Мостовая задрожала, – с улицы донесся грохот и лязг от железа. Мите стало страшно. Он бросился бежать.
II
Тяжело дыша от долгого бега, Митя приостановился на площадке, на узкой и грязной лестнице в третьем этаже. Из отворенной двери кухонный чад обдал его. Он слышал сердитый материн голос. Робко вошел Митя в кухню, где пахло маслом, луком, дымом, – и остановился у дверей, охваченный привычными ощущениями, – неловкостью и бесприютностью в этой квартире, которая и чужая ему, и все же служит его домом.
Его мать, кухарка Аксинья, растрепанная, жаркая, с засученными рукавами на толстых красных руках, в затасканном и прожженном переднике, суетилась у плиты, поджаривая что-то, шипевшее и брызгавшее маслом на сковороде. Пламенные язычки, красные, как струйки Раечкиной крови, мелькали за неплотно затворенною печною дверцею. Сквозило, – дверь и окно стояли настежь. Аксинья бранила барыню, и свою жизнь, и жаркое, и дрова.
Митя чувствовал в себе какое-то неясное, ответное раздражение: он знал, что свою досаду мать сорвет на нем.
– Ну, чего торчишь на пороге! – закричала Аксинья, повертывая к Мите красное озлобленное лицо со слезящимися глазами, над которыми метались реденькими космами седеющие волосы. – Принесла нелегкая, без тебя тошно!
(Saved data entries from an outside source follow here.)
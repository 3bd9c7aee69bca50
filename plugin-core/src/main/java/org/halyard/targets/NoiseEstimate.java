package org.halyard.targets;

import java.util.Arrays;
import org.halyard.grid.Grid;

/**
 * A robust level and noise figure of a grid: the median of its values and the scatter of its fine-scale
 * roughness.
 *
 * <p><b>Algorithm:</b> the background is the median of the non-blank cells. The noise is taken from the
 * fourth difference d4 = v[i-2] - 4 v[i-1] + 6 v[i] - 4 v[i+1] + v[i+2] along rows and along columns
 * (the usual noise measure of magnetometer records, common practice; DOMAIN.md): for white noise of
 * standard deviation s, d4 has standard deviation s sqrt(70) (the sum of the squared weights), and
 * sigma = 1.4826 MAD(d4) / sqrt(70) (MAD to Gaussian sigma, Hampel 1974, J. Am. Stat. Assoc. 69, 383-393),
 * the larger of the row and column figures. Anomalies a few cells wide and wider are nearly polynomial over
 * five cells, so d4 sees the noise and not the targets, cables or geology, which would inflate a MAD of
 * the values themselves (on the demo survey: 0.62 nT/m from the values, 0.10 nT/m from d4).
 *
 * <p><b>Limitations:</b> noise correlated over many cells (smoothed by the gridder) is under-stated by
 * d4; the pickers therefore work on a grid smoothed to suppress that texture ({@link GaussianSmoother}).
 *
 * @param background median of the non-blank values, in the grid's unit (nT/m for the analytic signal)
 * @param sigma      robust standard deviation of the cell-to-cell noise, same unit
 */
public record NoiseEstimate(double background, double sigma) {

    /** Scale from the MAD to a Gaussian standard deviation (Hampel 1974). */
    static final double MAD_TO_SIGMA = 1.4826;
    /** White-noise variance gain of the fourth difference, 1 + 16 + 36 + 16 + 1. */
    static final double D4_GAIN = 70;

    /** The estimate over the non-blank cells of {@code grid}; refuses an all-blank grid. */
    public static NoiseEstimate of(Grid grid) {
        float[] v = grid.toArray();
        int n = 0;
        double[] d = new double[v.length];
        for (float f : v) {
            if (!Float.isNaN(f)) {
                d[n++] = f;
            }
        }
        if (n == 0) {
            throw new IllegalArgumentException("cannot estimate noise: every cell of the grid is blank");
        }
        double median = median(Arrays.copyOf(d, n));
        int nc = grid.columns(), nr = grid.rows();
        double rows = d4Sigma(v, nr, nc, 1, nc, d), cols = d4Sigma(v, nc, nr, nc, 1, d);
        double sigma = Double.isNaN(rows) ? cols : Double.isNaN(cols) ? rows : Math.max(rows, cols);
        return new NoiseEstimate(median, Double.isNaN(sigma) ? 0 : sigma);
    }

    /**
     * Robust sigma of the fourth differences along {@code lines} lines of {@code len} cells, step
     * {@code step} within a line and {@code stride} between line starts; NaN when no difference exists.
     */
    private static double d4Sigma(float[] v, int lines, int len, int step, int stride, double[] work) {
        int m = 0;
        for (int l = 0; l < lines; l++) {
            for (int k = 2; k < len - 2; k++) {
                int i = l * stride + k * step;
                double q = v[i - 2 * step] - 4.0 * v[i - step] + 6.0 * v[i] - 4.0 * v[i + step] + v[i + 2 * step];
                if (!Double.isNaN(q)) {
                    work[m++] = Math.abs(q);
                }
            }
        }
        return m == 0 ? Double.NaN : MAD_TO_SIGMA * median(Arrays.copyOf(work, m)) / Math.sqrt(D4_GAIN);
    }

    /** The level {@code background + k sigma}. */
    public double threshold(double k) {
        return background + k * sigma;
    }

    /** Median of {@code values}; sorts the array in place. */
    static double median(double[] values) {
        Arrays.sort(values);
        int n = values.length;
        return n % 2 == 1 ? values[n / 2] : 0.5 * (values[n / 2 - 1] + values[n / 2]);
    }
}
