package org.halyard.targets;

import java.util.List;

/**
 * What {@link TargetAnalysis} found.
 *
 * @param targets   characterised picks, strongest first
 * @param features  linear features
 * @param noise     robust level and spread of the analytic signal, nT/m
 * @param threshold the peak-picking threshold, nT/m
 * @param notes     plain sentences for the log and the output metadata (skipped steps and why)
 * @param options   the parameters used
 */
public record TargetResult(List<Target> targets, List<LinearFeature> features, NoiseEstimate noise,
                           double threshold, List<String> notes, TargetOptions options) {

    public TargetResult {
        targets = List.copyOf(targets);
        features = List.copyOf(features);
        notes = List.copyOf(notes);
    }
}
Митя прошел за перегородку, в каморку при кухне, где они с матерью жили. Из кухни, сквозь шипящие звуки на сковороде и в печке, слышалось сердитое Аксиньино ворчанье.
– Жаришься весь век свой у печки как окаянная, – прости, Господи, мое великое согрешение! – а сын вырастет, о матери и не подумает. Сыновним-то хлебом не разъешься. Пока мать поит-кормит, пота мать и нужна!
Митя сердито нахмурился, уселся в углу на зеленый сундучок, пригорюнился, и погрузился в печальные мысли и воспоминания. Раечка вспоминалась ему – на камнях с разбитой головою…
Прошло несколько минут. Аксинья заглянула в каморку, приоткрыв дверь.